Nesta Carter (from left), Michael Frater, Usain Bolt and Asafa Powell of Jamaica receive their gold medals during the medal ceremony for the Men's 4 x 100m Relay Final at the National Stadium on Aug. 23, 2008, at the Beijing 2008 Olympic Games in Beijing. After Carter was convicted of doping, the win was invalidated for the entire team. (2008 file photo/Julian Finney/Getty Images)

Fastest man alive gets caught up in teammate's doping scandal, loses gold (Washington Post)

It seems like nothing can slow down Usain Bolt's record-setting career — except maybe his own teammates. Bolt lost one of his gold medals after his teammate tested positive for a banned stimulant, disqualifying the entire relay team from Jamaica at the 2008 Olympics in Beijing. The teammate's sample was tested again before the 2016 Olympics, when it tested positive. Now an international sports tribunal has ruled that his test invalidates the 2008 win. Thankfully for Bolt, he still has eight other gold medals.

The U.S. has another excellent jobs report (Bloomberg Economics)

Unemployment is at its lowest point in nearly five decades. Payroll increased 223,000. Unemployment fell to 3.8 percent, and average hourly earnings rose to 2.7 percent. While perhaps not a dramatic change from 3.9 and 2.6 percent from last month, economists had not expected either of these numbers to change at all.

Lions, tigers, and a jaguar escape and roam free in Germany (Evening Standard)

Two lions, two tigers, and a jaguar escaped from a zoo in Lünebach, Germany, on Friday morning. A bear has also been shot and killed by police. Residents were warned to stay inside. The big cats were later caught thanks to some assistance from a drone.

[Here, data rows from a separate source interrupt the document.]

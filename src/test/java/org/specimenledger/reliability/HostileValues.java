package org.specimenledger.reliability;

import java.util.List;

/**
 * The hostile and malformed values the corpus puts into every field, parameter and body. Each entry says
 * what it tries; none of them is a measurement. Raw JSON tokens (not strings) are marked {@link Raw}.
 */
public final class HostileValues {

    private HostileValues() {
    }

    /** A JSON token written into the body as it is, e.g. {@code NaN} or {@code 1e400}. */
    record Raw(String token) {
    }

    /** Text a person could type into a name, number or remark: stored if the field allows it, never run. */
    public static final List<String> TEXT = List.of(
            "'; DROP TABLE heat; --",
            "\" OR \"1\"=\"1",
            "1' OR '1'='1' /*",
            "<script>alert('x')</script>",
            "\"><img src=x onerror=alert(1)>",
            "{{7*7}}${7*7}#{7*7}",
            "${jndi:ldap://127.0.0.1/x}",
            "=HYPERLINK(\"http://127.0.0.1/x\",\"open\")",
            "@SUM(1+1)*cmd|' /C calc'!A0",
            "-2+3",
            "javascript:alert(1)",
            "../../../../etc/passwd",
            "nul\u0000byte",
            "bell\u0007esc\u001b[31mred",
            "line\r\nInjected-Header: yes",
            "right\u202Eto-left override",
            "zero\u200Bwidth",
            "combining e\u0301 and \uD83D\uDE00 emoji",
            "lone \uD800 surrogate",
            "   ",
            "",
            "A".repeat(100_000));

    /** Values for number fields: edges, overflows, and the tokens JSON does not have. */
    static final List<Object> NUMBERS = List.of(
            -1, 0, -0.0, 1e-320, 1e308, new Raw("1e400"), new Raw("-1e400"),
            new Raw("123456789012345678901234567890.123456789012345678901234567890"),
            new Raw("NaN"), new Raw("Infinity"), new Raw("-Infinity"),
            "NaN", "Infinity", "-Infinity", "1e400", "12,5", "0x1F", Long.MAX_VALUE, Long.MIN_VALUE);

    /** Values of the wrong JSON type for any field. */
    static final List<Object> WRONG_TYPES = List.of(
            new Raw("true"), new Raw("{}"), new Raw("[]"), new Raw("[1,2]"), new Raw("{\"x\":1}"), 12345, "text");

    /** Values for a path variable or query parameter (sent URL-encoded). */
    static final List<String> PARAMETERS = List.of(
            "not-a-uuid", "00000000-0000-0000-0000-000000000000", "-1", "0", "99999999999999999999", "NaN",
            "1e400", "'; SELECT pg_sleep(5); --", "<script>alert(1)</script>", "..%2F..%2Fetc%2Fpasswd",
            "%00", "\u0000", "\uFFFF", "2026-13-45T99:99:99Z", "A".repeat(10_000), " ", "true");

    /** Whole bodies that are not the JSON object asked for. */
    static final List<String> MALFORMED_BODIES = List.of(
            "", "{", "}", "[", "{\"a\":", "{\"a\":1,}", "{'a':1}", "null", "[]", "\"text\"", "42", "true",
            "{\"a\":1}{\"b\":2}", "\uFEFF{}", "{\"a\":\"\\uZZZZ\"}", "{\"a\":\"unterminated}",
            "[".repeat(5000) + "]".repeat(5000), "{\"a\":" + "[".repeat(2000) + "]".repeat(2000) + "}",
            "{\"a\":1,\"a\":2}", "<xml/>", "%PDF-1.7");

    /** Uploaded file names that try to leave the folder they are stored in, or to confuse a header. */
    static final List<String> FILE_NAMES = List.of(
            "../../../../etc/passwd", "..\\..\\windows\\win.ini", "/absolute/path.csv", "C:\\boot.ini",
            "curve\u0000.csv", "curve\r\nX-Injected: 1.csv", "CON", ".", "..", "%2e%2e%2fcurve.csv",
            "<script>.csv", "A".repeat(5000) + ".csv", "\u202Egnp.csv", "curve.csv;.exe", "~/.ssh/id_rsa");
}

A sign from New Jersey washed away in Sandy ends up on a beach in France (New York Times)

An real estate sign was initially stuck in a lawn in New Jersey before it was washed away in Hurricane Sandy in October 2012. After spending nearly six years being carried around by ocean currents, it washed up on a beach near Bordeaux, France. When a man contacted the real estate company listed on the sign, the company's marketing director "initially thought this has to be a prank." Oceanographers think that the sign may actually have been on its second trip to Europe, following currents near Spain, then back to Jersey, then back again to France, before finally washing ashore.

California rolls out new digital license plates, and that raises some questions (NPR)

The new license plates would display numbers using basically the same technology that an Amazon Kindle uses to display pages of a book. But wait, there's more. The plates could track mileage, find stolen cars, and plates on government vehicles could display emergency messages or Amber alerts. But the tracking worries some people who are concerned about privacy concerns. For now, though, the plates are not mandatory, even in California. Instead, car owners will have the option of buying the new plates at certain car dealerships in the state. The plates could also be introduced soon in Florida and Texas.

Puerto Rico governor says there will be 'hell to pay' if his government actually covered up hurricane death toll numbers (CNN)

The official death toll in Puerto Rico is 64. However, a recent Harvard study estimated that the number was probably closer to 4,645. Puerto Rico Gov. Ricardo Rosselló told CNN that there would be "hell to pay" if he found out that Puerto Rican officials were withholding information about death statistics. But he also said that Puerto Rico did "the best it could" to gather the data under the circumstances. The initial estimates were released by Puerto Rico's territorial government, and not the federal government of the United States.

National Geographic exibit revealed that search for Titanic was part of a search for Cold War submarines (USA Today)

The discovery of the Titanic was actually a biproduct of a Cold War mission, according to an exhibit by National Geographic. Oceanographer Robert Ballard had been commissioned to determine if the USS Thresher and the USS Scorpion submarines were sunk as a result of foul play. Ballard suggested that the Titanic, which he suspected was in between the two submarines would be a good cover for the mission. The Navy gave him the go-ahead, and allowed him to search for the lost cruise ship in his spare time.